Critics have often pilloried horror films in exactly those terms. In the ’80s, for example—when Hellraiser first hit the big screen—the UK (where Clive Barker is from) had a full-blown freakout over horror films like Blood Feast and The Thing. Authorities feared that scenes of gore, and the sensations they provoked, were corrupting children and the less-well-educated. “It’s all right for you middle class cineastes to see [The Texas Chainsaw Massacre], but what would happen if a factory worker in Manchester happened to see it?” wailed the chief censor of the British Board of Film Classification.
The censor’s deepest fears are validated in Hellraiser. Aesthetes who want outré experiences get what they ask for, in the worst sense. When Riley ingests a fistful of unidentified drugs, she doesn’t get a happy trip. She sees the Cenobites coming for her. When anyone plays with that weird puzzle box, they don’t enjoy innocent fun. They go to hell.
Hellraiser (past and present) is a kind of moral-panic-sploitation. It uses the critiques of horror’s decadence as a decadent pleasure in itself. If only watching horror movies actually dropped you into hellfire!
But, alas, it doesn’t. The puzzle box promises to suck you into the game. “Greater delights await!” Pinhead enthuses. But the promise is a lie. “It’s a trick, all of it,” Voight says. He’s supposedly telling his interlocutors not to believe the Cenobites when they promise pleasure or power, because all they deliver is pain. But he’s also reminding viewers that the promise of pain and horror is, literally, a trick. It’s special effects; it’s fake blood; it’s suspension of disbelief in the name of fun. Solving the puzzle means you turn it off and go back to your mundane life, scooping cat litter and asking the dog to stop barking.
Horror’s pleasures aren’t generally visceral. They’re once removed. That’s part of why they’re enjoyable. There’s a lot of horrifying, tearing flesh and repulsive consequences, and you can enjoy them all in the comfort of your own home or movie theater, popcorn in hand.
It’s a relief that the Cenobites aren’t going to come out of the walls at the end of Hellraiser. But it’s also something of a disappointment. Horror films always write checks they can’t cash—or offer you puzzles they can’t solve. That’s perhaps even more so the case when you’re reanimating a beloved franchise.

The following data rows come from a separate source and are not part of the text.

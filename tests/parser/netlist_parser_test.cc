// Statements of netlist-format.md: the complete example, each statement, and the
// exact diagnostics of malformed statements.
#include <gtest/gtest.h>

#include "knee/diode_law.h"
#include "parser_test_util.h"
#include "test_util.h"

namespace knee {
namespace {

using testing::AllErrors;
using testing::Brief;
using testing::ElementValue;
using testing::kFile;
using testing::MustBuild;
using testing::OnlyError;
using testing::ParseErrors;

// The complete example of netlist-format.md, verbatim.
constexpr const char* kExample =
    R"(# Input protection for a 3.3 V converter pin fed from a 24 V field sensor line
title "field input clamp"

temp 25                      # circuit temperature in degrees Celsius (default 25)
param Rprot = 4k7            # IEC 60062 style: 4k7 = 4.7 kOhm

part SIG diode  sat_current=2.5n ideality=1.8 series_res=0.6 breakdown_v=100 breakdown_i=100u
part Z36 diode  sat_current=1f ideality=1.1 series_res=3 breakdown_v=3.6 breakdown_i=5m \
                breakdown_tc=-0.0004

vsource  Vline  line -> gnd   24
vsource  Vdd    vdd  -> gnd   3.3
resistor Rin    line -> pin   Rprot
diode    Dhi    pin  -> vdd   SIG
diode    Dlo    gnd  -> pin   SIG
diode    Zp     gnd  -> pin   Z36
resistor Rpin   pin  -> gnd   (10 * Rprot)

sweep Vline -30..30:0.1
show  pin.v Dhi.i Dlo.i Zp.p
)";

TEST(NetlistParserTest, CompleteExampleElaboratesToTheWrittenValues) {
  const Design d = MustBuild(kExample);
  const Circuit& c = d.circuit;
  EXPECT_EQ(c.title, "field input clamp");
  EXPECT_EQ(c.temp, 25.0);
  // Nodes in order of first use, gnd first.
  EXPECT_EQ(c.NodeNames(), (std::vector<std::string>{"gnd", "line", "vdd", "pin"}));
  ASSERT_EQ(c.elements.size(), 7u);
  EXPECT_EQ(ElementValue(d, "Vline"), 24.0);
  EXPECT_EQ(ElementValue(d, "Vdd"), 3.3);
  EXPECT_EQ(ElementValue(d, "Rin"), 4700.0);
  EXPECT_EQ(ElementValue(d, "Rpin"), 47000.0);  // 10 * 4k7 = 47 kOhm
  const Element& rin = c.elements[static_cast<std::size_t>(c.FindElement("Rin"))];
  EXPECT_EQ(c.nodes[static_cast<std::size_t>(rin.node_a)], "line");
  EXPECT_EQ(c.nodes[static_cast<std::size_t>(rin.node_b)], "pin");
  const Element& dlo = c.elements[static_cast<std::size_t>(c.FindElement("Dlo"))];
  EXPECT_EQ(dlo.kind, ElementKind::kDiode);
  EXPECT_EQ(dlo.node_a, kGroundNode);
  EXPECT_EQ(c.parts[static_cast<std::size_t>(dlo.part)].name, "SIG");
  EXPECT_EQ(dlo.area, 1.0);
  EXPECT_FALSE(dlo.temp.has_value());
  EXPECT_EQ(dlo.where.line, 15);
  EXPECT_EQ(dlo.where.column, 10);

  ASSERT_EQ(c.parts.size(), 2u);
  const DiodeModel& sig = c.parts[0].model;
  EXPECT_EQ(sig.sat_current, 2.5e-9);
  EXPECT_EQ(sig.ideality, 1.8);
  EXPECT_EQ(sig.series_res, 0.6);
  EXPECT_EQ(sig.breakdown_v, 100.0);
  EXPECT_EQ(sig.breakdown_i, 100e-6);
  // The default: silicon at 300 K, S. M. Sze, K. K. Ng, Physics of Semiconductor Devices,
  // 3rd ed., 2007 (netlist-format contract, "Defaults with sources").
  EXPECT_EQ(sig.bandgap, 1.12);
  const DiodeModel& z = c.parts[1].model;
  EXPECT_EQ(z.sat_current, 1e-15);
  EXPECT_EQ(z.breakdown_v, 3.6);
  EXPECT_EQ(z.breakdown_i, 5e-3);
  EXPECT_EQ(z.breakdown_tc, -0.0004);  // from the continuation line

  EXPECT_FALSE(d.bias_requested);  // the file asks for a sweep only
  ASSERT_EQ(d.sweeps.size(), 1u);
  ASSERT_EQ(d.sweeps[0].size(), 1u);
  const SweepAxis& axis = d.sweeps[0][0];
  EXPECT_EQ(axis.target.kind, SweepTarget::Kind::kElement);
  EXPECT_EQ(axis.target.index, c.FindElement("Vline"));
  EXPECT_EQ(axis.values.size(), 601u);
  EXPECT_EQ(axis.values.front(), -30.0);
  EXPECT_EQ(axis.values.back(), 30.0);
  ASSERT_EQ(d.show.size(), 4u);
  EXPECT_EQ(d.show[0].text(), "pin.v");
  EXPECT_EQ(d.show[0].unit(), "V");
  EXPECT_EQ(d.show[3].unit(), "W");
}

TEST(NetlistParserTest, DefaultsWithoutRequests) {
  const Design d = MustBuild("vsource V1 a -> 0 1\nresistor R1 a -> gnd 1k\n");
  EXPECT_TRUE(d.bias_requested);
  EXPECT_TRUE(d.sweeps.empty());
  EXPECT_TRUE(d.show.empty());
  EXPECT_EQ(d.circuit.temp, 25.0);
  EXPECT_EQ(d.circuit.title, "");
  // '0' and 'gnd' are the same node.
  EXPECT_EQ(d.circuit.nodes.size(), 2u);
  EXPECT_EQ(d.circuit.elements[0].node_b, kGroundNode);
  EXPECT_EQ(d.circuit.elements[1].node_b, kGroundNode);
}

TEST(NetlistParserTest, BiasAndSweepTogether) {
  const Design d =
      MustBuild("vsource V1 a -> 0 1\nresistor R1 a -> 0 1k\nbias\nsweep V1 0..1:0.5\n");
  EXPECT_TRUE(d.bias_requested);
  ASSERT_EQ(d.sweeps.size(), 1u);
  EXPECT_EQ(d.sweeps[0][0].values, (std::vector<double>{0, 0.5, 1}));
}

TEST(NetlistParserTest, DiodeOptionsAreaAndTemp) {
  const Design d = MustBuild(
      "part P diode sat_current=1e-14\nvsource V a -> 0 1\n"
      "diode D1 a -> 0 P area=2 temp=85\ndiode D2 a -> 0 P temp=358.15K\n");
  EXPECT_EQ(d.circuit.elements[1].area, 2.0);
  EXPECT_EQ(d.circuit.elements[1].temp, 85.0);
  ASSERT_TRUE(d.circuit.elements[2].temp.has_value());
  EXPECT_CLOSE(*d.circuit.elements[2].temp, 85.0, 0, 1e-12);  // 358.15 K = 85 degC
}

TEST(NetlistParserTest, TempInKelvinIsConverted) {
  const Design d = MustBuild("temp 300K\nvsource V a -> 0 1\n");
  EXPECT_CLOSE(d.circuit.temp, 300.0 - 273.15, 0, 1e-12);
  const Design c = MustBuild("temp 85C\nvsource V a -> 0 1\n");
  EXPECT_EQ(c.circuit.temp, 85.0);
}

TEST(NetlistParserTest, ExpectStatements) {
  const Design d = MustBuild(
      "vsource V a -> 0 5\nresistor R a -> 0 1k\n"
      "expect a.v = 5 within 50m\nexpect R.i = 5mA\nexpect (a.v - 0) = 5V within 1%\n");
  ASSERT_EQ(d.expects.size(), 3u);
  EXPECT_EQ(d.expects[0].expected, 5.0);
  EXPECT_FALSE(d.expects[0].relative);
  EXPECT_EQ(d.expects[0].tolerance, 0.05);
  EXPECT_TRUE(d.expects[1].relative);  // default 5 %
  EXPECT_EQ(d.expects[1].tolerance, 0.05);
  EXPECT_EQ(d.expects[1].expected, 5e-3);
  EXPECT_TRUE(d.expects[2].relative);
  EXPECT_EQ(d.expects[2].tolerance, 0.01);
  EXPECT_EQ(d.expects[2].quantity.unit(), "V");
}

TEST(NetlistParserTest, ContinuationAndCommentsAndCrLf) {
  const Design d = MustBuild(
      "title \"a # not a comment\"  # a comment\r\n"
      "resistor R1 a \\   # continued\r\n"
      "   -> gnd 2R2\r\nvsource V a -> 0 1\n");
  EXPECT_EQ(d.circuit.title, "a # not a comment");
  EXPECT_EQ(ElementValue(d, "R1"), 2.2);
}

TEST(NetlistParserTest, ArrowWithoutBlanks) {
  const Design d = MustBuild("vsource V a->gnd 1\nresistor R a->0 1k\n");
  EXPECT_EQ(d.circuit.nodes.size(), 2u);
}
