// Anode a, cathode b. The series resistance is part of the device: the junction voltage
// vj is the root of v(a) - v(b) = vj + rs*I(vj), solved inside the device, and the device
// stamps the two-terminal conductance g/(1 + rs*g). An internal node between rs and the
// junction would carry 1/rs + g on its diagonal, and where g < eps/rs (a junction in
// reverse, a few pA against milliohms) the sum rounds to 1/rs: the node pair between two
// such diodes is then singular in floating point, although the exact equations determine
// it. The two-terminal form keeps every node's equation in its own current scale.
class Diode final : public Device {
 public:
  Diode(const Circuit& c, int element) : Device(element), pair_(Conductance::Of(c, element)) {
    const Element& e = c.elements[static_cast<size_t>(element)];
    KNEE_CHECK(e.part >= 0 && e.part < static_cast<int>(c.parts.size()));
    UpdateValues(c, {});
  }
  void DeclareEntries(EntryCollector& c) override { pair_.Declare(c); }
  void BindSlots(std::span<const int> slot_of) override { pair_.Bind(slot_of); }
  void UpdateValues(const Circuit& c, std::span<const char> part_changed) override {
    const Element& e = c.elements[static_cast<size_t>(element())];
    const DiodeModel& model = c.parts[static_cast<size_t>(e.part)].model;
    // A sweep point usually changes a source, not this diode: the temperature laws (a
    // log and an exp per diode) are recomputed only when their inputs changed. The
    // part's model is compared once per part by the caller, not kept per diode.
    const double temp = c.DeviceTemp(e);
    if (have_inputs_ && part_changed[static_cast<size_t>(e.part)] == 0 && e.area == area_ &&
        temp == temp_) {
      return;
    }
    area_ = e.area;
    temp_ = temp;
    have_inputs_ = true;
    d_ = ComputeDiodeConstants(model, e.area, temp);
    limits_ = ComputeJunctionLimits(d_);
    resolution_scale_ = d_.has_breakdown ? std::min(d_.n_vt, d_.nbr_vt) : d_.n_vt;
  }
  void BeginRun(std::span<const double> x) override {
    last_vj_ = JunctionVoltageAt(d_, At(x, pair_.a()) - At(x, pair_.b()), 0.0);
    limited_ = false;
  }
  bool Stamp(StampContext& ctx) override {
    const double va = ctx.X(pair_.a()), vb = ctx.X(pair_.b());
    const double v = va - vb;
    JunctionPoint p;
    const double vj = JunctionVoltageAt(d_, v, last_vj_, &p);
    // vj comes from a difference of two node voltages. Where their rounding reaches a
    // thousandth of the junction's thermal scale (node voltages near 1e11 V), the numbers
    // no longer determine the diode's current at all, whatever the KCL residual says:
    // such a point is never accepted as a solution (newton.cc, bias.cc Verify).
    if (ctx.unresolved_element < 0 &&
        kJunctionRounding * (std::fabs(va) + std::fabs(vb)) > 1e-3 * resolution_scale_) {
      ctx.unresolved_element = element();
    }
    double at = vj;
    if (ctx.limit_junctions) at = LimitJunctionStep(d_, limits_, last_vj_, vj);
    limited_ = at != vj;
    ctx.limited = ctx.limited || limited_;
    last_vj_ = at;
    // Linearisation at the (possibly limited) junction point `at`, whose terminal voltage
    // is at + rs*I(at), evaluated at v: the exact current when no limiting happened.
    if (limited_) p = EvaluateJunction(d_, at);
    double g = ctx.stiff_junction > 0.0 ? ctx.stiff_junction : p.conductance;
    if (ctx.junction_floor) g = std::max(g, d_.is / d_.n_vt);
    const double g_exact = TwoTerminal(p.conductance);
    const double i = limited_ ? p.current + g_exact * (v - (at + d_.rs * p.current)) : p.current;
    if (!std::isfinite(i) || !std::isfinite(p.conductance)) return false;
    ctx.max_exponent = std::max(ctx.max_exponent, vj / d_.n_vt);
    if (d_.has_breakdown) {
      ctx.max_exponent = std::max(ctx.max_exponent, -(vj + d_.vbr) / d_.nbr_vt);
    }
    stamped_g_ = TwoTerminal(g);
    pair_.Stamp(ctx, stamped_g_);
    // Rounding of v itself moves the current by G * eps * (|v(a)| + |v(b)|); the law's own
    // terms round at their sizes: the forward term at most |I| + Is, the breakdown term
    // ibr*e^y = g_breakdown * nbr*Vt <= g * nbr*Vt (not ibr itself: far from breakdown
    // that term is 1e-300 A, and ibr would swamp the leakage that holds a faint node).
    const double breakdown_scale = d_.has_breakdown ? p.conductance * d_.nbr_vt : 0.0;
    pair_.AddBranch(ctx, i, g_exact * (std::fabs(va) + std::fabs(vb)) + d_.is + breakdown_scale);
    // Co-content of junction and series resistance at v: with v = vj + rs*I(vj),
    // the integral of I dv is the junction's integral of I dvj plus rs*I^2/2.
    if (ctx.want_potential) {
      ctx.AddPotential(JunctionCoContent(d_, vj) + 0.5 * d_.rs * p.current * p.current);
    }
    return true;
  }
  DeviceReport Measure(std::span<const double> x) const override {
    DeviceReport r;
    r.voltage = At(x, pair_.a()) - At(x, pair_.b());
    r.junction_voltage = JunctionVoltageAt(d_, r.voltage, last_vj_);
    const JunctionPoint p = EvaluateJunction(d_, r.junction_voltage);
    r.current = p.current;
    r.small_signal_res = 1.0 / p.conductance + d_.rs;
    return r;
  }
  void MultiplyAdd(std::span<const double> v, std::span<double> out) const override {
    pair_.MultiplyAdd(stamped_g_, v, out);
  }
  bool limited() const override { return limited_; }

 private:
  // Conductance of the junction (g) in series with rs.
  double TwoTerminal(double g) const { return d_.rs > 0.0 ? g / (1.0 + d_.rs * g) : g; }

  double resolution_scale_ = 0.0;  // V: the smaller thermal scale of the junction law
  DiodeConstants d_;
  JunctionLimits limits_;
  double area_ = 0, temp_ = 0;  // inputs d_ was computed from (with the part's model)
  bool have_inputs_ = false;
  double last_vj_ = 0;
  double stamped_g_ = 0;  // S, the two-terminal conductance of the last Stamp
  bool limited_ = false;
  Conductance pair_;
};

// Above the critical voltage the exponential's slope grows so fast that the linearised
// step overshoots; there a step is shortened to the voltage at which the exponential law
// carries the current the linearisation predicted (a logarithmic step).
double CriticalVoltage(double i_scale, double n_vt) {
  return n_vt * std::log(n_vt / (std::sqrt(2.0) * i_scale));
}

double LogStep(double base, double proposed, double n_vt) {
  return base + n_vt * std::log1p((proposed - base) / n_vt);
}

// The inverse of SafeExp for y > 0.
double SafeLog(double y) {
  const double top = std::exp(kExpLimit);
  return y <= top ? std::log(y) : kExpLimit + (y / top - 1.0);
}

// A falling step of an exponential branch i_scale*(SafeExp(w/n_vt) - 1) from `previous`
// to `proposed`: Newton's line for the branch predicts the current i_pred there. From
// far up the exponential, Newton moves by only about n_vt per step toward a much
// smaller current (the tangent reaches zero current one n_vt below the point), so a
// junction that must come down by volts would crawl for hundreds of steps. The voltage
// at which the law itself carries i_pred is where the step is headed: it is taken
// instead (at or below `proposed`, since the tangent of a convex law lies below it).
// Returns `proposed` when the prediction is at or beyond the branch's reverse limit.
double FallingStep(double previous, double proposed, double i_scale, double n_vt) {
  const double x = previous / n_vt;
  const double now = i_scale * (SafeExp(x) - 1.0);
  const double predicted = now + i_scale / n_vt * SafeExpSlope(x) * (proposed - previous);
  if (!(predicted < kFallingFraction * now)) return proposed;  // Newton's step is fine
  const double ratio = 1.0 + predicted / i_scale;
  if (!(ratio > kFallingFloor)) return proposed;
  return std::min(proposed, n_vt * SafeLog(ratio));
}

}  // namespace

JunctionLimits ComputeJunctionLimits(const DiodeConstants& d) {
  JunctionLimits limits;
  limits.v_crit = CriticalVoltage(d.is, d.n_vt);
  if (d.has_breakdown) limits.u_crit = CriticalVoltage(d.ibr, d.nbr_vt);
  return limits;
}

double LimitJunctionStep(const DiodeConstants& d, double previous, double proposed) {
  return LimitJunctionStep(d, ComputeJunctionLimits(d), previous, proposed);
}

double LimitJunctionStep(const DiodeConstants& d, const JunctionLimits& limits, double previous,
                         double proposed) {
  // Forward side: only rising steps overshoot (Newton on a convex increasing exponential
  // approached from above never passes the root).
  const double v_crit = limits.v_crit;
  if (proposed > v_crit && proposed - previous > 2.0 * d.n_vt) {
    const double base = std::max(previous, v_crit);
    if (proposed > base) return LogStep(base, proposed, d.n_vt);
  }
  // Only a step of at least half a thermal scale from a forward-biased junction: near
  // zero bias the law is nearly linear and Newton's step is right (and a step of 1e-17 V
  // must not count as limited, or a converged point never converges).
  if (previous > d.n_vt && proposed < previous - 0.5 * d.n_vt) {
    proposed = FallingStep(previous, proposed, d.is, d.n_vt);
  }
  if (d.has_breakdown) {
    // Breakdown side, mirrored: u = -(vj + vbr) plays the role of the forward voltage.
    const double u_crit = limits.u_crit;
    const double u_prev = -(previous + d.vbr);
    const double u_prop = -(proposed + d.vbr);
    if (u_prop > u_crit && u_prop - u_prev > 2.0 * d.nbr_vt) {
      const double base = std::max(u_prev, u_crit);
      if (u_prop > base) return -LogStep(base, u_prop, d.nbr_vt) - d.vbr;
    }
    if (u_prev > d.nbr_vt && u_prop < u_prev - 0.5 * d.nbr_vt) {
      return -FallingStep(u_prev, u_prop, d.ibr, d.nbr_vt) - d.vbr;
    }
  }
  return proposed;
}

// Kind tags of DeviceStore's order (the index of the array a device is in).
enum : std::uint8_t { kResistorTag, kVoltageSourceTag, kCurrentSourceTag, kDiodeTag };

struct DeviceStore::Arrays {
  std::vector<Resistor> resistors;
  std::vector<VoltageSource> vsources;
  std::vector<CurrentSource> isources;
  std::vector<Diode> diodes;
  std::vector<std::pair<std::uint8_t, int>> order;  // (tag, index in its array) per device
};

DeviceStore::DeviceStore() : arrays_(std::make_unique<Arrays>()) {}
DeviceStore::~DeviceStore() = default;
DeviceStore::DeviceStore(DeviceStore&&) noexcept = default;
DeviceStore& DeviceStore::operator=(DeviceStore&&) noexcept = default;

void DeviceStore::Reserve(const std::array<size_t, 4>& counts) {
  Arrays& a = *arrays_;
  a.resistors.reserve(counts[static_cast<size_t>(ElementKind::kResistor)]);
  a.vsources.reserve(counts[static_cast<size_t>(ElementKind::kVoltageSource)]);
  a.isources.reserve(counts[static_cast<size_t>(ElementKind::kCurrentSource)]);
  a.diodes.reserve(counts[static_cast<size_t>(ElementKind::kDiode)]);
  a.order.reserve(counts[0] + counts[1] + counts[2] + counts[3]);
  all_.reserve(counts[0] + counts[1] + counts[2] + counts[3]);
}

Hellraiser isn’t the worst horror remake I’ve seen this year—not when The Texas Chainsaw Massacre (2022) and Firestarter (2022) exist. But it’s not exactly what I’d call good, either. The main character is too pure of heart to be much fun in a film like this, and Bruckner pads the run time out to two hours—mostly because he can’t figure out how to get the characters from point A to point B any quicker. Clayton as Pinhead successfully channels the character’s joyfully lascivious sadism, but everyone else seems adrift and disinterested. Riley keeps screaming, “I don’t know!”—an unfortunately apt mantra for the project as a whole.
Still, the disappointment is fitting in its own way. The Cenobites offer everything, and then fail to deliver. They betray you, because that’s what Cenobites do. A perfect Hellraiser wouldn’t be perfect, because no one beats the puzzle box and gets everything they want. When you turn off the movie and feel that you didn’t get the sensation you asked for—that’s when you can hear Pinhead laughing.